#### Task:
Return, exactly as written, every line from the first line of the data below through the line that contains "assert h.t.tolist() == [0.0, 1".

******

"""Price files read into clocks, days and prices; malformed files in test_prices_bad_input.py."""

import runpy
import subprocess
import sys
from pathlib import Path

import numpy as np
import pytest

from hedgesim.paths.prices import SeriesColumns, read_prices

CONFIGS = Path(__file__).parents[1] / "configs"


def read(tmp_path, text: str, *, day_count: str = "business-252", unit: float | None = None, **columns):
    file = tmp_path / "prices.csv"
    file.write_text(text, encoding="utf-8")
    series = columns or {"A": SeriesColumns("close")}
    return read_prices(file, time="time", time_unit_years=unit, series=series, day_count=day_count)


def test_business_days_count_rows_and_not_the_calendar(tmp_path):
    h = read(tmp_path, "time,close\n2024-01-05,100\n2024-01-08,101\n2024-01-09,102\n")
    assert h.clock.tolist() == [0.0, 1.0, 2.0]
    assert h.t.tolist() == [0.0, 1 / 252, 2 / 252]
    assert h.s.tolist() == h.t.tolist()
    assert h.is_open.all()
    assert h.is_close.all()
    assert h.label == ("2024-01-05", "2024-01-08", "2024-01-09")
    assert h.line.tolist() == [2, 3, 4]
    assert np.diff(h.date).tolist() == [3, 1]
    assert h.price.tolist() == [[100.0, 101.0, 102.0]]
    assert h.mark_vol is None
    assert h.notes == ()


def test_calendar_days_count_weekends(tmp_path):
    h = read(tmp_path, "time,close\n2024-01-05,100\n2024-01-08,101\n2024-01-09,102\n", day_count="act-365")
    assert h.clock.tolist() == [0.0, 3.0, 4.0]
    assert h.t.tolist() == [0.0, 3 / 365, 4 / 365]


INTRADAY = (
    "time,close\n"
    "2024-01-05T10:00,100\n2024-01-05T13:00,101\n2024-01-05T16:00,102\n"
    "2024-01-08T10:00,103\n2024-01-08T12:00,104\n2024-01-08T14:00,105\n2024-01-08T16:00,106\n"
    "2024-01-09T13:00,107\n"
)


def test_rows_of_a_business_day_divide_it_and_its_close_is_a_whole_day(tmp_path):
    h = read(tmp_path, INTRADAY)
    assert h.clock.tolist() == [0.0, 0.5, 1.0, 1.25, 1.5, 1.75, 2.0, 3.0]
    assert np.flatnonzero(h.is_open).tolist() == [0, 3, 7]
    assert np.flatnonzero(h.is_close).tolist() == [2, 6, 7]


def test_a_history_that_begins_at_a_close_starts_its_clock_there(tmp_path):
    h = read(tmp_path, "time,close\n2024-01-05T16:00,102\n2024-01-08T10:00,103\n2024-01-08T16:00,106\n")
    assert h.clock.tolist() == [0.0, 0.5, 1.0]
    assert h.is_close.tolist() == [True, False, True]


def test_calendar_timestamps_are_elapsed_time(tmp_path):
    h = read(tmp_path, INTRADAY, day_count="act-365")
    assert h.clock == pytest.approx([0, 3 / 24, 6 / 24, 3, 3 + 2 / 24, 3 + 4 / 24, 3 + 6 / 24, 4 + 3 / 24])
    assert h.t == pytest.approx(h.clock / 365)
    assert np.flatnonzero(h.is_close).tolist() == [2, 6, 7]


@pytest.mark.parametrize("zone", ["Z", "+00:00", "-05:00"])
def test_one_zone_keeps_the_local_day(tmp_path, zone):
    text = f"time,close\n2024-01-05 23:30:00{zone},100\n2024-01-06 00:30:00{zone},101\n"
    h = read(tmp_path, text, day_count="act-365")
    assert h.is_close.tolist() == [True, True]
    assert h.clock == pytest.approx([0.0, 1 / 24])


@pytest.mark.parametrize("day_count", ["business-252", "act-365"])
def test_numbers_are_elapsed_units_under_both_day_counts(tmp_path, day_count):
    h = read(tmp_path, "time,close\n3,100\n4,101\n6,102\n", unit=1 / 52, day_count=day_count)
    assert h.t == pytest.approx([0.0, 1 / 52, 3 / 52])
    assert h.clock == pytest.approx(h.t * (252 if day_count == "business-252" else 365))
    assert h.is_close.all()
    assert h.date is None


def test_numbers_within_days_close_at_whole_days(tmp_path):
    rows = "".join(f"{n / 4},100\n" for n in range(9))
    h = read(tmp_path, "time,close\n" + rows, unit=1 / 252)
    assert np.flatnonzero(h.is_close).tolist() == [0, 4, 8]
    assert np.flatnonzero(h.is_open).tolist() == [0, 1, 5]


def test_mark_vols_are_scaled_and_empty_ones_stay_open(tmp_path):
    h = read(
        tmp_path,
        "time,a,b,iv\n2024-01-05,100,7,22\n2024-01-08,101,8,\n",
        A=SeriesColumns("a"),
        B=SeriesColumns("b", "iv", 0.01),
    )
    assert h.names == ("A", "B")
    assert h.price.tolist() == [[100.0, 101.0], [7.0, 8.0]]
    assert np.isnan(h.mark_vol[0]).all()
    assert h.mark_vol[1, 0] == 0.22
    assert np.isnan(h.mark_vol[1, 1])
    assert h.mark_vol_column == (None, "iv")


def test_byte_order_mark_blank_lines_spaces_and_quotes_are_read(tmp_path):
    h = read(tmp_path, '\ufefftime , close\n\n2024-01-05,"100.5"\n,\n2024-01-08, 1.01e2\n')
    assert h.price.tolist() == [[100.5, 101.0]]
    assert h.line.tolist() == [3, 5]


def test_arrays_are_read_only(tmp_path):
    h = read(tmp_path, "time,close\n2024-01-05,100\n2024-01-08,101\n")
    for array in (h.t, h.s, h.clock, h.price, h.is_open, h.is_close, h.line, h.date):
        assert not array.flags.writeable


def test_long_gap_between_dates_is_a_note(tmp_path):
    h = read(tmp_path, "time,close\n2024-01-04,100\n2024-01-05,100\n2024-01-11,101\n2024-01-12,101\n")
    assert h.notes == ("1 interval is longer than 5 calendar days; the longest is 6, from 2024-01-05 to 2024-01-11",)


def test_a_weekend_and_a_holiday_are_no_gap(tmp_path):
    assert read(tmp_path, "time,close\n2024-03-27,1\n2024-03-28,1\n2024-04-02,1\n2024-04-03,1\n").notes == ()


def test_long_interval_between_numbers_is_a_note(tmp_path):
    h = read(tmp_path, "time,close\n0,1\n1,1\n2,1\n5,1\n6,1\n10,1\n11,1\n", unit=1 / 52)
    assert h.notes == ("1 interval is longer than 3 units; the longest is 4, from 6 to 10",)


def test_long_interval_within_a_day_is_a_note_and_the_night_is_none(tmp_path):
    times = [f"2024-01-0{d}T{h}" for d in (4, 5) for h in ("10:00", "10:30", "11:00", "11:30", "15:00", "15:30")]
    h = read(tmp_path, "time,close\n" + "".join(f"{t},1\n" for t in times))
    assert h.notes == (
        "2 intervals are longer than 90 minutes within a day; "
        "the longest is 210, from 2024-01-04T11:30 to 2024-01-04T15:00",
    )


def test_fractions_read_in_per_cent_are_a_note(tmp_path):
    h = read(
        tmp_path, "time,close,iv\n2024-01-05,100,0.22\n2024-01-08,101,0.25\n", A=SeriesColumns("close", "iv", 0.01)
    )
    assert h.notes == ("column 'iv' is read in per cent, and no vol exceeds 0.25%",)


def test_reading_prices_loads_no_heavy_module(tmp_path):
    (tmp_path / "p.csv").write_text("time,close\n2024-01-05,100\n2024-01-08,101\n")
    code = (
        "import sys\n"
        "from hedgesim.paths.prices import SeriesColumns, read_prices\n"
        "import hedgesim.engine.inceptions\n"
        "read_prices('p.csv', time='time', time_unit_years=None, series={'A': SeriesColumns('close')}, day_count='act-365')\n"
        "print([m for m in ('numba', 'pandas', 'matplotlib', 'scipy.stats') if m in sys.modules])"
    )
    done = subprocess.run([sys.executable, "-c", code], cwd=tmp_path, capture_output=True, text=True, check=True)
    assert done.stdout.strip() == "[]"


def test_example_prices_are_what_their_generator_writes(tmp_path):
    made = runpy.run_path(str(CONFIGS / "make_prices.py"))
    made["main"].__globals__["OUT"] = tmp_path / "again.csv"
    made["main"]()
    committed = CONFIGS / "tessovar_closes.csv"
    assert (tmp_path / "again.csv").read_bytes() == committed.read_bytes()
    h = read_prices(
        committed,
        time="date",
        time_unit_years=None,
        series={"TESSOVAR": SeriesColumns("close", "iv", 0.01)},
        day_count="business-252",
    )
    assert h.rows == 1512
    assert h.notes == ()
    assert h.label[0] == "2020-01-06"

******

#### Answer to this task:
"""Price files read into clocks, days and prices; malformed files in test_prices_bad_input.py."""

import runpy
import subprocess
import sys
from pathlib import Path

import numpy as np
import pytest

from hedgesim.paths.prices import SeriesColumns, read_prices

CONFIGS = Path(__file__).parents[1] / "configs"


def read(tmp_path, text: str, *, day_count: str = "business-252", unit: float | None = None, **columns):
    file = tmp_path / "prices.csv"
    file.write_text(text, encoding="utf-8")
    series = columns or {"A": SeriesColumns("close")}
    return read_prices(file, time="time", time_unit_years=unit, series=series, day_count=day_count)


def test_business_days_count_rows_and_not_the_calendar(tmp_path):
    h = read(tmp_path, "time,close\n2024-01-05,100\n2024-01-08,101\n2024-01-09,102\n")
    assert h.clock.tolist() == [0.0, 1.0, 2.0]
    assert h.t.tolist() == [0.0, 1 / 252, 2 / 252]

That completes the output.